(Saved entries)
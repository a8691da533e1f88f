/**
 * AIR: reduction-based algebraic multigrid with approximate ideal restriction (ℓAIR), on the
 * block graph of a BSR matrix (each bs×bs element block one node). Sources:
 * Manteuffel, Ruge & Southworth, "Nonsymmetric algebraic multigrid based on local approximate
 * ideal restriction (ℓAIR)", SIAM J. Sci. Comput. 40(6), 2018; Manteuffel, Münzenmaier, Ruge &
 * Southworth, "Nonsymmetric reduction-based algebraic multigrid", SIAM J. Sci. Comput. 41(5),
 * 2019; Sivas, Southworth & Rhebergen, SIAM J. Sci. Comput. 43(5), 2021 (space-time HDG).
 *
 * Setup, per level l with matrix A_l (A_0 = the input, not copied):
 *   strength graph (air-setup.ts strengthGraph) → first-pass Ruge–Stüben C/F splitting →
 *   restriction R = [Z I] from local ideal-restriction solves on distance-d F neighbourhoods →
 *   prolongation P = [0; I] (injection) or [W; I] (one-point) → A_{l+1} = R A_l P.
 * Coarsening stops when a level has at most `coarsest` scalar unknowns, when `maxLevels` levels
 * exist, or when a splitting keeps no C point or more than 90% of the points as C. The coarsest
 * level is solved by dense LU with partial pivoting when it has at most DENSE_LIMIT unknowns, else
 * by COARSEST_SWEEPS block Jacobi sweeps.
 *
 * Apply (one cycle from a zero guess; V: one coarse visit per level, W: two):
 *   [pre-relaxation] → r = b − A x → b_c = R r → coarse cycle(s) → x += P x_c → post-relaxation.
 * Relaxation is block Jacobi (ω = 1, explicit inverses of the diagonal blocks) restricted to the
 * F points or the C points, in the order of the pattern ('ffc' = F, F, then C), `sweeps` times.
 * A fixed number of cycles of fixed linear steps: a fixed linear operator (variable: false).
 */
import type { Preconditioner, SetupOutcome, SystemMatrix } from './types.js';
import type { AirOptions, Recipe } from '../solvers/recipe.js';
import { DEFAULT_AIR_OPTIONS } from '../solvers/recipe.js';
import type { Bsr } from '../sparse/types.js';
import type { BufferBytes, WorkCounts } from '../solvers/types.js';
import { addWork, denseWork, kernel, scaledWork, vectorWork, zeroWork } from '../solvers/work.js';
import { bsrBytes, bsrSpmvKernel } from '../sparse/bsr.js';
import { kernelF64, kernelI32, kernelResident, ptr, wasmFor } from '../kernels-host/arena.js';
import { diagonalBlockIndex } from '../sparse/blocks.js';
import { checkApplyArgs, checkReady, factorBlock, nonFinite, zeroPivot } from './common.js';
import { PIVOT_RTOL, allFinite, blockGemm, blockMatVec, blockMatVecSub, blockMaxAbs, luFactor, luInverse, luSolve } from './dense.js';
import {
  C_POINT, F_POINT, airRestriction, galerkin, onePointProlongation, pointsOfType, prolongationMatrix,
  restrictionMatrix, rugeStubenSplitting, strengthGraph, transposeGraph, type OnePoint, type Restriction,
} from './air-setup.js';

/** The coarsest level is factored densely up to this many scalar unknowns (a 2048² LU is 32 MiB, ~6 GFlop). */
export const DENSE_LIMIT = 2048;
/** Block Jacobi sweeps on a coarsest level too large for the dense LU. */
export const COARSEST_SWEEPS = 10;
/** Coarsening stops when a splitting keeps more than this share of the points as C. */
export const STALL_RATIO = 0.9;

export function createAir(system: SystemMatrix, recipe: Recipe): Preconditioner {
  return new AirPreconditioner(system, { ...DEFAULT_AIR_OPTIONS, ...(recipe.air ?? {}) });
}

interface Level {
  a: Bsr;
  nb: number;
  /** fine → coarse index (C points) or −1 (F points). */
  coarseOf: Int32Array;
  cPoints: Int32Array;
  fPoints: Int32Array;
  z: Restriction | null;
  w: OnePoint | null;
  /** D⁻¹ per block row (explicit inverses; rows that relaxation never visits stay zero). */
  dinv: Float64Array;
  /** Work vectors: right-hand side, solution, residual (level 0 uses the caller's r and z for b and x). */
  b: Float64Array;
  x: Float64Array;
  r: Float64Array;
  setupSeconds: number;
  setupFlops: number;
  /** Stored blocks in the F rows and in the C rows (relaxation reads them). */
  fBlocks: number;
  cBlocks: number;
}

type Step = 0 | 1; // F_POINT, C_POINT

function pattern(p: string): Step[] {
  return p === 'none' ? [] : [...p].map((ch) => (ch === 'c' ? C_POINT : F_POINT) as Step);
}
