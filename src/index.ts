// Public library API of slabbench. Each area exports its own entry points; internal helpers stay
// unexported. See DEVELOPERS.md for the architecture.

// sparse core, Matrix Market, layout, structure
export * from './sparse/types.js';
export * from './sparse/csr.js';
export * from './sparse/bsr.js';
export * from './sparse/permute.js';
export * from './sparse/blocks.js';
export * from './sparse/structure.js';
export * from './sparse/matrix-market.js';
export * from './sparse/layout.js';
export { loadSystem, systemFromMatrix, type LoadedSystem, type BlockSizeSource } from './sparse/load.js';
export { blockOrdering, couplingWeights, type BlockOrderingOptions } from './sparse/orderings.js';

// reference simplex, mesh, DG generator
export * from './dg/quadrature.js';
export * from './dg/basis.js';
export * from './mesh/space-time.js';
export * from './mesh/geometry.js';
export { prepareFrontMap, MAX_FRONT_ASPECT_RATIO, MAX_FRONT_GRADING, type FrontMap, type FrontMapOptions, type FrontMapSummary } from './mesh/front-map.js';
export { meshQuality, simplexAspectRatio, checkElementOrientation, type ElementQuality } from './mesh/quality.js';
export { parseGeneratorParams, resolveGenerator, generateSystem, writeGeneratedCase, type GeneratorParams, type GeneratedSystem } from './dg/generate.js';
export { runRefinementStudy, type RefinementStudy, type RefinementRow } from './dg/refine.js';
export { PHYSICS, PHYSICS_NAMES } from './dg/physics/registry.js';
export type { Physics, PhysicsDefinition, PhysicsName } from './dg/physics/types.js';
export { ELEMENT_ORDERINGS, type ElementOrdering } from './dg/ordering.js';

// solvers
export * from './solvers/types.js';
export * from './solvers/recipe.js';
export * from './solvers/operator.js';
export { gmres } from './solvers/gmres.js';
export { bicgstab } from './solvers/bicgstab.js';
export { stationary } from './solvers/stationary.js';
export { krylovSolve } from './solvers/krylov.js';
export {
  prepareSolve, solveSystem, systemOperator,
  type PreparedSolve, type PreparedSolveOptions, type PrepareSolveOptions, type SolveSystemOptions,
} from './solvers/run-recipe.js';
export { krylovOptionsFromRecipe, type KrylovOptions } from './solvers/options.js';
export { combineVotes, residualVote, type Vote, type StopRule } from './solvers/stopping.js';
export { ritzValues } from './solvers/ritz.js';

// preconditioners
export * from './precond/types.js';
export { createPreconditioner, registerPreconditioner, preconditionerNames, type PreconditionerFactory } from './precond/registry.js';
export { PIVOT_RTOL, luFactor, luSolve, luInverse, blockMatVec, blockMatVecSub, blockGemm, blockGemmSub } from './precond/dense.js';

// sweeps, results, regression checks, memory estimate
export * from './run/results-types.js';
export { readSuite, loadSuite, parseSuite, selectFromSuite, type Suite, type SuiteMatrix } from './run/suite.js';
export { runSweep, type SweepOptions, type SweepOutcome } from './run/sweep.js';
export { parseShard, shardPairs, type ShardSpec } from './run/shard.js';
export { mergeResults } from './run/merge.js';
export { readResults, writeResults, resultsCsv } from './run/results.js';
export { appendHistory, readHistory, historyEntry } from './run/history.js';
export { compareWithBaseline, junitXml, renderCheckTable, readToleranceFile, DEFAULT_TOLERANCE, type Tolerance, type CheckOutcome } from './run/baseline.js';
export { estimateMemory, spaceTimeBasisSize, kuhnElements, peakBytes, type EstimateInput, type MemoryEstimate, type Footprint } from './run/estimate.js';

// reports
export { rankRuns, rankMatrix, rankOptionsFor, verdictLine, RANK_BY, type RankedRun, type RankBy, type RankOptions, type MatrixRanking } from './report/rank.js';
export { probeMachine, modeledSeconds, modelRates } from './run/probe.js';
export { timingNoise, summarizeRepeats, repeatDifferences } from './run/timing.js';
export { renderRankedTables, shouldUseColor } from './report/table.js';
export { blockPattern } from './report/pattern.js';
export { renderReport, writeReport, type ReportOptions, type ReportSvg } from './report/html.js';
export { LIMITS_STATEMENT } from './report/limits.js';
export { formatBytes } from './report/format.js';

export { UserError, EXIT } from './util/errors.js';
export { VERSION } from './version.js';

**Assignment**
Would you state how many lines of the data above hold the string "rows"? Reply with the number alone.

**Written answer**
2